TASK REQUIREMENTS:
Search the data for the string "plumbrule" and extract every line where it appears.

Stored data entries
════════════════════
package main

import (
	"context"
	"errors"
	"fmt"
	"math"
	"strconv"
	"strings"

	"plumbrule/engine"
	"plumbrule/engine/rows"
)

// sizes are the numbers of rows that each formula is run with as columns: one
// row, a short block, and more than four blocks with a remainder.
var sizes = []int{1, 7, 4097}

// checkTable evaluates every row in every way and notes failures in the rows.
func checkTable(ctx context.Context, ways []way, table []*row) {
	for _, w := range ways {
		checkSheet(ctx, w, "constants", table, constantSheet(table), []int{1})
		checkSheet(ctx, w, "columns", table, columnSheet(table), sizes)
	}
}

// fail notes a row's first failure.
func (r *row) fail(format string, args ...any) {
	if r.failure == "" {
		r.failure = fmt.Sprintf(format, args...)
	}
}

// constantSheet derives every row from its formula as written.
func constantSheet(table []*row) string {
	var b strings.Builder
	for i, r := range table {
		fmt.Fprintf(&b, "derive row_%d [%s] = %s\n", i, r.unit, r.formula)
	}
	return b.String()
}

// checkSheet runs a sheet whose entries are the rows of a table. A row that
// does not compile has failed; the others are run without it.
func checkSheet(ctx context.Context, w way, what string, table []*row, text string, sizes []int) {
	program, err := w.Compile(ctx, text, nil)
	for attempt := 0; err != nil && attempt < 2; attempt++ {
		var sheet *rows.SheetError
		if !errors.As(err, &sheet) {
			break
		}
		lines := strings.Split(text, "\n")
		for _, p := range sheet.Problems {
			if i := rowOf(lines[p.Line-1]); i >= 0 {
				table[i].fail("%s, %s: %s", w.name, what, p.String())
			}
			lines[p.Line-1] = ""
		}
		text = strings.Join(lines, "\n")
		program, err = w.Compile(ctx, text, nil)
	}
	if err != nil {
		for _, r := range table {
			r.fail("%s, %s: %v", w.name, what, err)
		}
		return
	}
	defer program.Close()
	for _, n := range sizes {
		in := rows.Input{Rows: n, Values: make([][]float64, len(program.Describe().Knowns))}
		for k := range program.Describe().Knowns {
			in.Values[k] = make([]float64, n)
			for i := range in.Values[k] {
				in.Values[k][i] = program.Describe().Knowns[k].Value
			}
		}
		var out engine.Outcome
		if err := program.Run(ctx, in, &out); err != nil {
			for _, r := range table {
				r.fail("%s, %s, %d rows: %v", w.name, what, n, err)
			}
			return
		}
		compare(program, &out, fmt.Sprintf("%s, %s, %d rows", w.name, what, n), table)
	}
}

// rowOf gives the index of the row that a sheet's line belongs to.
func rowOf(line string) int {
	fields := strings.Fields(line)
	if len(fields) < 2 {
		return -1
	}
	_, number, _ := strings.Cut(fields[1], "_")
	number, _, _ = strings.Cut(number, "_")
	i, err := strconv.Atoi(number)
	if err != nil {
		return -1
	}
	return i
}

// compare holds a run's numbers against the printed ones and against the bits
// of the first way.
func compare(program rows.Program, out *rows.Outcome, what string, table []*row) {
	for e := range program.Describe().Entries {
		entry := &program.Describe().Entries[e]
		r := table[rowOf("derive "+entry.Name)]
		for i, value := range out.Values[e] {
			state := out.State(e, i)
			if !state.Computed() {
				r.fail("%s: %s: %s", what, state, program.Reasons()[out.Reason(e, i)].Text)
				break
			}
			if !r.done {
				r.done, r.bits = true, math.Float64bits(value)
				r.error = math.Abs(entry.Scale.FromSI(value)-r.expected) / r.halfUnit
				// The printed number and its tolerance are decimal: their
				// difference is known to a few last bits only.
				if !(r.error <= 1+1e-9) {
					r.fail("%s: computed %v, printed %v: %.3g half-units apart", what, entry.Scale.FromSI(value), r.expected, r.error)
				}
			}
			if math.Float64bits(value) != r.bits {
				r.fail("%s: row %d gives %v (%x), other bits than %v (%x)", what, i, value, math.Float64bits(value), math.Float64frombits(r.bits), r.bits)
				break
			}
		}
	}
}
════════════════════
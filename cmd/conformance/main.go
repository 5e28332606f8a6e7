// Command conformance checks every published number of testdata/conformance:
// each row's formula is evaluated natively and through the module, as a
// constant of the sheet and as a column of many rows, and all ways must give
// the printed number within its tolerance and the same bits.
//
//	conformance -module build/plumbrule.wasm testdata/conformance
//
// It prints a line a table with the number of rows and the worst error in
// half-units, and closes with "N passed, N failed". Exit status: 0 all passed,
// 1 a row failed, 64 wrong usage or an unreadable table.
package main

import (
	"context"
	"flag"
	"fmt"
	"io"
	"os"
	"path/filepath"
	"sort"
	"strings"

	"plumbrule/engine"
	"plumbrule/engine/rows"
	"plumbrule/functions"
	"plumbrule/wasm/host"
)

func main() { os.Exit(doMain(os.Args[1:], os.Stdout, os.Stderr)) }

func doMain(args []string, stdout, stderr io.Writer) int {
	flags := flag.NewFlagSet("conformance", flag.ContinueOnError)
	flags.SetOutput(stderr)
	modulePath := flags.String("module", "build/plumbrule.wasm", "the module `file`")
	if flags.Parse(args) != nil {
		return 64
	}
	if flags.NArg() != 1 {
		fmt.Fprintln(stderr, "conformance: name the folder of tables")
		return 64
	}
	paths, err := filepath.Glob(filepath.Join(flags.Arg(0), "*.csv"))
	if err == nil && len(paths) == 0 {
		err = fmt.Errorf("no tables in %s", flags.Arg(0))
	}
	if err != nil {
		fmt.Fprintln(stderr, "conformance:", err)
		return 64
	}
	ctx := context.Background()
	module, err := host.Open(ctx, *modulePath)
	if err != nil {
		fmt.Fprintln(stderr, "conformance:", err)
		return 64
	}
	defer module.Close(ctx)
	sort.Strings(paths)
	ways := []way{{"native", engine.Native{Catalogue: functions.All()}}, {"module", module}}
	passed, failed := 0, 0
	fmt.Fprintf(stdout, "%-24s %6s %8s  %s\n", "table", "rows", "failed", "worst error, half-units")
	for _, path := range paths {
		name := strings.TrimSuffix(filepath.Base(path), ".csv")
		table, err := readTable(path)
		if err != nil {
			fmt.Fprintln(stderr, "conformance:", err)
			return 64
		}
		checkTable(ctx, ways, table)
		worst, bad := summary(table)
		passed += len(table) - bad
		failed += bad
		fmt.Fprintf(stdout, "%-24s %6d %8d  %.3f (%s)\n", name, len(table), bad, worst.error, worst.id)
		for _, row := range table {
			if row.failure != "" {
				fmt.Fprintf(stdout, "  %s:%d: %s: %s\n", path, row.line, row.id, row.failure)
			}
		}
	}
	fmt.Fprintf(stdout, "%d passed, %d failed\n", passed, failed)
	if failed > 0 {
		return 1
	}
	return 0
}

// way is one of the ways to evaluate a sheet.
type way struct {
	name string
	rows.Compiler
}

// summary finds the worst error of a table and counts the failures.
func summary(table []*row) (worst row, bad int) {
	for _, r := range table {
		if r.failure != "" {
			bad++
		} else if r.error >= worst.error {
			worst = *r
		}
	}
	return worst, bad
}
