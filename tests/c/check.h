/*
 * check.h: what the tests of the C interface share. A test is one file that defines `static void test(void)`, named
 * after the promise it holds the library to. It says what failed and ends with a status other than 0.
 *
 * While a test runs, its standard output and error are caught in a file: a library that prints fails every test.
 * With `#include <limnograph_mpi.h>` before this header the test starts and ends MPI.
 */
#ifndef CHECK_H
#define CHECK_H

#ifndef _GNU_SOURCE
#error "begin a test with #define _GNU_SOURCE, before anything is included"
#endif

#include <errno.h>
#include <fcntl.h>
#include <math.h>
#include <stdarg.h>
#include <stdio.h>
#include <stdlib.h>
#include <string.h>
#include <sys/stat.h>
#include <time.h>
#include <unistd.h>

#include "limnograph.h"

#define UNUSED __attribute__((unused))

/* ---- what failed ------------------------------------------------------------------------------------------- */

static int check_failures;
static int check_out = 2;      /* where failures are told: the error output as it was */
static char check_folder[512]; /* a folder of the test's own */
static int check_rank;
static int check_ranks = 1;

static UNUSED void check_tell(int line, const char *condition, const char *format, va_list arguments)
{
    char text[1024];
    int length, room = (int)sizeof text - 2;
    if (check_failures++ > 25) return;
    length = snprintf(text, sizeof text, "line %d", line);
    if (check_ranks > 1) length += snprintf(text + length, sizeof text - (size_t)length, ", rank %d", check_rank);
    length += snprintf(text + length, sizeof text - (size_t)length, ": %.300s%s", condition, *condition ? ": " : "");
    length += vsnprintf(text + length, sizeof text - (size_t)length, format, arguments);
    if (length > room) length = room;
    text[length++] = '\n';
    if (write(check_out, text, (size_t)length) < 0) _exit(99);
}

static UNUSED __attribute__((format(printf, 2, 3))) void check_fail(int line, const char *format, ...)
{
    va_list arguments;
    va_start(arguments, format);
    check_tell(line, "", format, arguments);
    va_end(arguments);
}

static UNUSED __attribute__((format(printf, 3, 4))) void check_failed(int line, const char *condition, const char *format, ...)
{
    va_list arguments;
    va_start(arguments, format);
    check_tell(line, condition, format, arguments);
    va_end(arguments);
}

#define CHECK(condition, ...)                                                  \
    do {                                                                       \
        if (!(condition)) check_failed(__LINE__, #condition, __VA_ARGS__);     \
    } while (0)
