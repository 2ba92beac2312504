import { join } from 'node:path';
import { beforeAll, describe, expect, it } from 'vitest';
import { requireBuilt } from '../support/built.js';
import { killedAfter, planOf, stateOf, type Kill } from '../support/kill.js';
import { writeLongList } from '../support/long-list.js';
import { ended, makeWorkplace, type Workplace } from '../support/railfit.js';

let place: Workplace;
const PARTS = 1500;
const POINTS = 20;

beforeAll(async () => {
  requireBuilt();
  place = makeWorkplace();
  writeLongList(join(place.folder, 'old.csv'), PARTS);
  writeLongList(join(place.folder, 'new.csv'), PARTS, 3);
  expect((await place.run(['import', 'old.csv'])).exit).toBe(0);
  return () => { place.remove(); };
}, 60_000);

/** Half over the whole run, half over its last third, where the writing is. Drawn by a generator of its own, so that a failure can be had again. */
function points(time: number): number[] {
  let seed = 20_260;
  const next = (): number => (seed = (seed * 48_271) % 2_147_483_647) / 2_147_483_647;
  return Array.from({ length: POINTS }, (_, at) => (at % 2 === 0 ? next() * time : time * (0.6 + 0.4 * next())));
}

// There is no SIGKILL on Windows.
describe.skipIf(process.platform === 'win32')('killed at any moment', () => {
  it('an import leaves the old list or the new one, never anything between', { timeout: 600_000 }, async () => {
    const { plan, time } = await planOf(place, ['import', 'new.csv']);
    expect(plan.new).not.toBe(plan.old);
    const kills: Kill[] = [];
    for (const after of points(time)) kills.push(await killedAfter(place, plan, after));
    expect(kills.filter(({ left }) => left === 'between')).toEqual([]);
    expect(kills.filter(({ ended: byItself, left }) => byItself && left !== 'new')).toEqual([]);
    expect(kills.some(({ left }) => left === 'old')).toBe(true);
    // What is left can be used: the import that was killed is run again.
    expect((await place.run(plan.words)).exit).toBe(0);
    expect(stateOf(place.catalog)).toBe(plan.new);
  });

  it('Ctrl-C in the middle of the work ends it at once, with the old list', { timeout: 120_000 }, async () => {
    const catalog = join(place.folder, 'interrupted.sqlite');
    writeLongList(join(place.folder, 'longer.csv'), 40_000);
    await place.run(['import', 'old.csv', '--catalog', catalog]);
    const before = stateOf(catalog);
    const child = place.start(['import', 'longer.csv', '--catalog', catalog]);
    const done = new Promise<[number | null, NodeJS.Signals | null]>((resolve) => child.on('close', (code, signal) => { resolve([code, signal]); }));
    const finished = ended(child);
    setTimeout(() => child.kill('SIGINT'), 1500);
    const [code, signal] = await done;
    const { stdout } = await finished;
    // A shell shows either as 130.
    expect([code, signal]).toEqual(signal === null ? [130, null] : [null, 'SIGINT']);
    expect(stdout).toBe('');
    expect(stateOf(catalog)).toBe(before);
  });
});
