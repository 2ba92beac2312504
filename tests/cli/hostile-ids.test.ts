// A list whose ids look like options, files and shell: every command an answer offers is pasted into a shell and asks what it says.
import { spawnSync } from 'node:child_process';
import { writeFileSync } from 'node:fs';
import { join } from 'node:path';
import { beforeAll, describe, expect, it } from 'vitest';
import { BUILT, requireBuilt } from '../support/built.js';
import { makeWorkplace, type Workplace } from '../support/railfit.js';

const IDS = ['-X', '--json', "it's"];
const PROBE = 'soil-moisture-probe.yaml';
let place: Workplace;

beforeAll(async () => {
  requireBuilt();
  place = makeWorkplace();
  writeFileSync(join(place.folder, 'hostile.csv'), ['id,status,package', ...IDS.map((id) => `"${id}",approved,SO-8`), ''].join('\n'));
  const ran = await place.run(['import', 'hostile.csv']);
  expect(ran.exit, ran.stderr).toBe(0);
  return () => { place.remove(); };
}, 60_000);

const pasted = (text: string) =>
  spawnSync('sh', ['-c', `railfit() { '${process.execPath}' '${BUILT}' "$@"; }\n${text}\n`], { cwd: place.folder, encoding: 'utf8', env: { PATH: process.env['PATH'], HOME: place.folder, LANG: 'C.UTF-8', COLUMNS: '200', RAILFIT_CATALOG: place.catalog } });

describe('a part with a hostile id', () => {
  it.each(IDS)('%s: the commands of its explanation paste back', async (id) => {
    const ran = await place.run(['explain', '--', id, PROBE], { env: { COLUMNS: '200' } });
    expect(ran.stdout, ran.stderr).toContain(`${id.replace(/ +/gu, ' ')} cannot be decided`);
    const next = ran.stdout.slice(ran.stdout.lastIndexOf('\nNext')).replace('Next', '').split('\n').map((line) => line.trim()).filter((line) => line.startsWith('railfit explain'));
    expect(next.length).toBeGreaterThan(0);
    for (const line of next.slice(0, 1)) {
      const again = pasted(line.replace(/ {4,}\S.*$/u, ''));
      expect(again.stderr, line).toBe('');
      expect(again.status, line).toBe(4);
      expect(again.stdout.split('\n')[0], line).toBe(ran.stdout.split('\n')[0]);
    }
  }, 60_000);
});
════════════════════
REPLY:
	"plumbrule/engine"
	"plumbrule/engine/rows"
//	conformance -module build/plumbrule.wasm testdata/conformance
	"plumbrule/engine"
	"plumbrule/engine/rows"
	"plumbrule/functions"
	"plumbrule/wasm/host"
	modulePath := flags.String("module", "build/plumbrule.wasm", "the module `file`")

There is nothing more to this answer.